There is no footnote about it in the C standard. Someone proposed adding one to standardize the behavior, but it was never accepted. Ever since then, people keep quoting it even though it is a rejected amendment.
> If the member used to read the contents of a union object is not the same as the member last used to store a value in the object the appropriate part of the object representation of the value is reinterpreted as an object representation in the new type as described in 6.2.6 (a process sometimes called type punning). This might be a non-value representation.
(though this footnote has been present as far back as C99, albeit with different numbers as the standard has added more text in the intervening 24 years).
It is an excerpt being taken out of context. Of course it is quite clear. Taking it out of context ignores everything else that the standard says. That interpretation is wrong as far as compiler authors are concerned.
The context is that it's a footnote. The footnote is referenced in this paragraph:
A postfix expression followed by the . operator and an identifier designates a member of a structure or union object. The value is that of the named member (106), and is an lvalue if the first expression is an lvalue. If the first expression has qualified type, the result has the so-qualified version of the type
of the designated member.
106) If the member used to read the contents of a union object is not the same as the member last used to store a value in the object the appropriate part of the object representation of the value is reinterpreted as an object representation in the new type as described in 6.2.6 (a process sometimes called type punning). This might be a non-value representation.
In that same document, union type punning is explicitly listed under Annex J.1, Unspecified Behavior:
(11) The values of bytes that correspond to union members other than the one last stored into (6.2.6.1).
The standard is extremely clear and explicit that it's not undefined behavior.
I am a member of the C standards committee, and I'm telling you you're wrong here. Martin Uecker is also member of the C standards committee, and has just responded to that bug saying that the comment you linked is wrong. I, and others here, have quoted literal standards text to you explaining why type punning through unions is well-defined behavior in C.
I don't know who Andrew Pinski is, but they're factually incorrect regarding the legality of type punning via unions in C.
Andrew is a GCC developer who is very competent (much more than myself regarding GCC), but I think he was mistakenly assuming the C++ rules apply to C here as well.
EDIT: This comment is wrong, see fsmv’s comment below. Leaving for posterity because I’m no coward!
- - -
Undefined behavior only means that the spec leaves a particular situation undefined and that the compiler implementor can do whatever they want. Every compiler defines undefined behavior, whether it’s documented (or easy to qualify, or deterministic) or not.
It is in poor taste that gcc has had widely used, documented behaviors that are changing, especially in a point release.
I think you're confusing unspecified and undefined behavior. UB could do something randomly different every time and unspecified must chose an option.
In a lot of cases in optimizing compilers they just assume UB doesn't exist.
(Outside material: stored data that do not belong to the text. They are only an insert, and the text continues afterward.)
"""Bodies that exchange heat: heater and loss, what closes the balance, and the one quantity not known.

Standard library only: this file also runs inside LibreOffice's Python.
"""

from typing import Annotated, Any, Sequence

from sheetcal.cells.primitives import count, filled, is_number, sqrt, total, total_size, weighted
from sheetcal.cells.registry import (
    COLUMN,
    DEGC,
    DEGC_OR_BLANK,
    G_OR_BLANK,
    HEATS,
    J_OR_BLANK,
    J_PER_G,
    J_PER_G_K,
    J_PER_G_K_OR_BLANK,
    J_PER_G_OR_BLANK,
    J_PER_K,
    OPTIONAL,
    PERCENT,
    TEXT,
    TEXT_OR_BLANK,
    TEXTS,
    G,
    J,
    K,
    cell,
)

VOLT_OR_BLANK = Annotated[float, "V", OPTIONAL]
AMPERE_OR_BLANK = Annotated[float, "A", OPTIONAL]
S_OR_BLANK = Annotated[float, "s", OPTIONAL]
W_OR_BLANK = Annotated[float, "W", OPTIONAL]
HEATS_OR_NONE = Annotated[Sequence[Any], "J", COLUMN]

_BALANCE = "first law: the heats gained sum to what heater and room gave"
_CHANGES = ("none", "melts", "freezes", "boils", "condenses")
_CHANGE_KNOWN = 'change == "none" or is_number(amount) and is_number(change_temperature)'


@cell(
    "HEATER_HEAT",
    equation="E = U I t, 0 without a heater",
    source="Joule's law",
    standing="derived",
    needs=(
        "is_number(voltage) and is_number(current) and is_number(duration)"
        " or not (is_number(voltage) or is_number(current) or is_number(duration))",
    ),
)
def heater_heat(voltage: VOLT_OR_BLANK, current: AMPERE_OR_BLANK, duration: S_OR_BLANK) -> J:
    """Heat that the heater gave; blank where only part of it is known."""
    return voltage * current * duration if is_number(voltage) else 0


@cell(
    "LOSS_HEAT",
    equation="Q = P t, 0 without a loss",
    source="steady loss to the room",
    standing="derived",
    needs=("is_number(power) == is_number(duration)",),
)
def loss_heat(power: W_OR_BLANK, duration: S_OR_BLANK) -> J:
    """Heat lost to the room; blank where power or time is missing."""
    return power * duration if is_number(power) else 0


@cell("HEAT_LEFT", equation="Q = given - sum of gains", source=_BALANCE, standing="derived")
def heat_left(given: J, gains: HEATS_OR_NONE) -> J:
    """Heat given that the bodies known so far have not taken up."""
    return given - total(gains)


@cell(
    "CLOSURE_OF_BODIES",
    equation="100 (sum Q - E) / [(sum |Q| + |E|)/2], only where nothing is unknown",
    source=_BALANCE,
    standing="derived",
    choices={"unknown": ("none",)},
    needs=("total_size(gains) > 0",),
)
def closure_of_bodies(unknown: TEXT, gains: HEATS, given: J) -> PERCENT:
    """What is left of the heat balance as a share of the heat exchanged, with its sign."""
    return 200 * (total(gains) - given) / (total_size(gains) + abs(given))


@cell(
    "CAPACITY_AFTER",
    equation="m c, or a c' + (m - a) c after a change of the amount a",
    source="definition of the heat capacity",
    standing="derived",
    choices={"change": _CHANGES},
    needs=('change == "none" or is_number(amount)',),
)
def capacity_after(
    mass: G,
    specific_heat: J_PER_G_K,
    change: TEXT,
    amount: G_OR_BLANK,
    specific_heat_after: J_PER_G_K_OR_BLANK,
) -> J_PER_K:
    """Heat capacity of a body in its final state."""
    later = specific_heat_after if is_number(specific_heat_after) else specific_heat
    return mass * specific_heat if change == "none" else amount * later + (mass - amount) * specific_heat


@cell(
    "CHANGE_HEAT",
    equation="+L a when melting or boiling, -L a when freezing or condensing, 0 without a change",
    source="definition of the latent heat",
    standing="derived",
    choices={"change": _CHANGES},
    needs=('change == "none" or is_number(latent_heat) and is_number(amount)',),
)
def change_heat(change: TEXT, latent_heat: J_PER_G_OR_BLANK, amount: G_OR_BLANK) -> J:
    """Heat that a body takes up by its change of phase."""
    sign = -1 if change == "freezes" or change == "condenses" else 1
    return 0 if change == "none" else sign * latent_heat * amount


@cell(
    "BODY_HEAT_FROM_PARTS",
    equation="Q = m c (T2 - T1), or m c (T* - T1) + change + capacity after x (T2 - T*)",
    source="first law; heat gained counts positive",
    standing="derived",
    needs=('change == "none" or is_number(change_temperature)',),
)
def body_heat_from_parts(
    mass: G,
    specific_heat: J_PER_G_K,
    start: DEGC,
    end: DEGC,
    change: TEXT,
    change_temperature: DEGC_OR_BLANK,
    changed: J,
    capacity: J_PER_K,
) -> J:
    """Heat that a body takes up, its change of phase and its capacity after it taken from their own lines."""
    changing = mass * specific_heat * (change_temperature - start) + changed + capacity * (end - change_temperature)
    return mass * specific_heat * (end - start) if change == "none" else changing


@cell(
    "HEAT_PER_GRAM",
    equation="c (T2 - T1), or c (T* - T1) +- L + c'(T2 - T*) where all of it changes",
    source="first law",
    standing="derived",
    needs=('change == "none" or is_number(latent_heat) and is_number(change_temperature)',),
)
def heat_per_gram(
    specific_heat: J_PER_G_K,
    start: DEGC,
    end: DEGC,
    change: TEXT,
    latent_heat: J_PER_G_OR_BLANK,
    change_temperature: DEGC_OR_BLANK,
    specific_heat_after: J_PER_G_K_OR_BLANK,
) -> J_PER_G:
    """Heat that a gram of the body takes up."""
    sign = -1 if change == "freezes" or change == "condenses" else 1
    later = specific_heat_after if is_number(specific_heat_after) else specific_heat
    after = sign * latent_heat + later * (end - change_temperature)
    before = specific_heat * (change_temperature - start)
    return specific_heat * (end - start) if change == "none" else before + after


@cell(
    "FINAL_TEMPERATURE_FROM_BALANCE",
    equation="T = T read + (given - sum of gains) / sum of capacities",
    source=_BALANCE,
    standing="derived",
    choices={"unknown": ("none",)},
    needs=("capacity > 0",),
)
def final_temperature_from_balance(unknown: TEXT, read: DEGC, left: J, capacity: J_PER_K) -> DEGC:
    """Common end temperature at which the balance would close."""
    return read + left / capacity


@cell(
    "SOLVED_MASS",
    equation="m = Q / q per gram",
    source=_BALANCE,
    standing="derived",
    choices={"unknown": ("mass",), "here": ("yes",)},
    needs=("per_gram != 0",),
)
def solved_mass(unknown: TEXT, here: TEXT, left: J, per_gram: J_PER_G) -> G:
    """Mass of the body that closes the balance."""
    return left / per_gram


@cell(
    "SOLVED_SPECIFIC_HEAT",
    equation="c = Q / [m (T2 - T1)]",
    source=_BALANCE,
    standing="derived",
    choices={"unknown": ("specific heat",), "here": ("yes",), "change": ("none",)},
    needs=("mass > 0 and end != start",),
)
def solved_specific_heat(
    unknown: TEXT, here: TEXT, left: J, mass: G, start: DEGC, end: DEGC, change: TEXT
) -> J_PER_G_K:
    """Specific heat of the body that closes the balance; no change of phase."""
    return left / (mass * (end - start))


@cell(
    "SOLVED_START",
    equation="T1 = T2 - Q/(m c), or T* - (Q - change - capacity after x (T2 - T*))/(m c)",
    source=_BALANCE,
    standing="derived",
    choices={"unknown": ("start temperature",), "here": ("yes",)},
    needs=("mass > 0 and specific_heat > 0", 'change == "none" or is_number(change_temperature)'),
)
def solved_start(
    unknown: TEXT,
    here: TEXT,
    left: J,
    mass: G,
    specific_heat: J_PER_G_K,
    end: DEGC,
    change: TEXT,
    change_temperature: DEGC_OR_BLANK,
    changed: J,
    capacity: J_PER_K,
) -> DEGC:
    """Start temperature of the body that closes the balance."""
    later = 0 if change == "none" else changed + capacity * (end - change_temperature)
    return (end if change == "none" else change_temperature) - (left - later) / (mass * specific_heat)


@cell(
    "SOLVED_END",
    equation="T2 = T1 + Q/(m c), or T* + (Q - m c (T* - T1) - change)/capacity after",
    source=_BALANCE,
    standing="derived",
    choices={"unknown": ("end temperature",), "here": ("yes",)},
    needs=("capacity > 0", 'change == "none" or is_number(change_temperature)'),
)
def solved_end(
    unknown: TEXT,
    here: TEXT,
    left: J,
    mass: G,
    specific_heat: J_PER_G_K,
    start: DEGC,
    change: TEXT,
    change_temperature: DEGC_OR_BLANK,
    changed: J,
    capacity: J_PER_K,
) -> DEGC:
    """End temperature of the body that closes the balance."""
    earlier = 0 if change == "none" else mass * specific_heat * (change_temperature - start) + changed
    return (start if change == "none" else change_temperature) + (left - earlier) / capacity


@cell(
    "SOLVED_LATENT_HEAT",
    equation="L = +-(Q - m c (T* - T1) - capacity after x (T2 - T*)) / a",
    source=_BALANCE,
    standing="derived",
    choices={"unknown": ("latent heat",), "here": ("yes",), "change": _CHANGES[1:]},
    needs=("amount > 0",),
)
def solved_latent_heat(
    unknown: TEXT,
    here: TEXT,
    left: J,
    mass: G,
    specific_heat: J_PER_G_K,
    start: DEGC,
    end: DEGC,
    change: TEXT,
    change_temperature: DEGC,
    amount: G,
    capacity: J_PER_K,
) -> J_PER_G:
    """Latent heat of the body that closes the balance."""
    sign = -1 if change == "freezes" or change == "condenses" else 1
    sensible = mass * specific_heat * (change_temperature - start) + capacity * (end - change_temperature)
    return sign * (left - sensible) / amount


@cell(
    "SOLVED_HEATER",
    equation="E = sum of gains + loss",
    source=_BALANCE,
    standing="derived",
    choices={"unknown": ("heater",)},
)
def solved_heater(unknown: TEXT, gains: HEATS, loss: J) -> J:
    """Heat that the heater must have given."""
    return total(gains) + loss


_GUM = "propagation of independent parts, JCGM 100"


@cell(
    "BODY_HEAT_UNCERTAINTY",
    equation="u = sqrt((m c)^2 2 u_T^2 + (Q/m u_m)^2)",
    source=_GUM,
    standing="derived",
    needs=("mass > 0",),
)
def body_heat_uncertainty(
    mass: G, specific_heat: J_PER_G_K, gained: J, temperature_uncertainty: K, mass_uncertainty: G_OR_BLANK
) -> J:
    """Standard uncertainty of a body's heat from its two temperatures and its mass."""
    weighed = gained / mass * mass_uncertainty if is_number(mass_uncertainty) else 0
    return sqrt(2 * (mass * specific_heat * temperature_uncertainty) ** 2 + weighed**2)


@cell("ROOT_OF_SQUARES", equation="sqrt(sum u^2)", source=_GUM, standing="derived")
def root_of_squares(values: HEATS) -> J:
    """Standard uncertainty of a sum of independent heats."""
    return sqrt(weighted(values, values))


@cell(
    "CLOSURE_TOLERANCE",
    equation="100 x 2 u / [(sum |Q| + |E|)/2], or the usual tolerance",
    source=_GUM,
    standing="derived",
    needs=("total_size(gains) > 0",),
)
def closure_tolerance(uncertainty: J_OR_BLANK, gains: HEATS, given: J, usual: PERCENT) -> PERCENT:
    """Closure that the readings' own uncertainty allows; without it the usual tolerance."""
    exchanged = (total_size(gains) + abs(given)) / 2
    return 100 * 2 * uncertainty / exchanged if is_number(uncertainty) else usual


@cell(
    "MASS_UNCERTAINTY",
    equation="u = u_Q / |q per gram|",
    source=_GUM,
    standing="derived",
    needs=("per_gram != 0",),
)
def mass_uncertainty(solved: G, uncertainty: J, per_gram: J_PER_G) -> G:
    """Standard uncertainty of a mass found from the balance."""
    return uncertainty / abs(per_gram)


@cell(
    "FOUND_SPECIFIC_HEAT_UNCERTAINTY",
    equation="u = u_Q / (m |T2 - T1|)",
    source=_GUM,
    standing="derived",
    needs=("mass > 0 and end != start",),
)
def found_specific_heat_uncertainty(solved: J_PER_G_K, uncertainty: J, mass: G, start: DEGC, end: DEGC) -> J_PER_G_K:
    """Standard uncertainty of a specific heat found from the balance."""
    return uncertainty / (mass * abs(end - start))


@cell(
    "TEMPERATURE_UNCERTAINTY",
    equation="u = u_Q / C",
    source=_GUM,
    standing="derived",
    needs=("capacity > 0",),
)
def temperature_uncertainty(solved: DEGC, uncertainty: J, capacity: J_PER_K) -> K:
    """Standard uncertainty of a temperature found from the balance."""
    return uncertainty / capacity


@cell(
    "LATENT_HEAT_UNCERTAINTY",
    equation="u = u_Q / a",
    source=_GUM,
    standing="derived",
    needs=("amount > 0",),
)
def latent_heat_uncertainty(solved: J_PER_G, uncertainty: J, amount: G) -> J_PER_G:
    """Standard uncertainty of a latent heat found from the balance."""
    return uncertainty / amount


@cell("HEATER_UNCERTAINTY", equation="u = u_Q", source=_GUM, standing="derived")
def heater_uncertainty(solved: J, uncertainty: J) -> J:
    """Standard uncertainty of a heater's heat found from the balance."""
    return uncertainty


@cell(
    "BALANCE_STAGE",
    equation="issued, bench or complete",
    source="bookkeeping of this workbook",
    standing="derived",
)
def balance_stage(names: TEXTS, gains: HEATS_OR_NONE, unknown: TEXT_OR_BLANK) -> TEXT:
    """Stage of a heat balance from its named bodies and those whose heat is known."""
    hidden = 0 if unknown == "none" or unknown == "heater" else 1
    started = "complete" if filled(names) >= 2 and count(gains) + hidden >= filled(names) else "bench"
    return "issued" if filled(names) == 0 else started


@cell(
    "BALANCE_NEXT_STEP",
    equation="the next step in words",
    source="bookkeeping of this workbook",
    standing="derived",
)
def balance_next_step(names: TEXTS, gains: HEATS_OR_NONE, unknown: TEXT_OR_BLANK) -> TEXT:
    """What is to be done next in a heat balance."""
    hidden = 0 if unknown == "none" or unknown == "heater" else 1
    known = filled(names) >= 2 and count(gains) + hidden >= filled(names)
    return "have it checked" if known else "fill the bodies"


@cell("CAPACITY_OF", equation="m c", source="definition of the heat capacity", standing="derived")
def capacity_of(mass: G, specific_heat: J_PER_G_K) -> J_PER_K:
    """Heat capacity of a body."""
    return mass * specific_heat


@cell(
    "WATER_OF_BODY",
    equation="m where the body is water or ice, else 0",
    source="what may turn to steam",
    standing="derived",
)
def water_of_body(mass: G, substance: TEXT) -> G:
    """Mass of a body that would boil as water."""
    return mass if substance == "water" or substance == "ice" else 0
Yes technically the compiler does do something but there's still a big difference between the two.
When you have a big system many people rely on you generally try to look for ways to keep their code working - not look for the changes you’re contractually allowed to make.
GCC probably has a better justification than “we are allowed to”.
Undefined in the standard doesn't mean undefined in GCC. Type-punning through unions has always been a special case that GCC has taken care with beyond the standard.
The code was already broken. It was an undefined behavior.
That's a problem with C and it's undefined behavior minefields.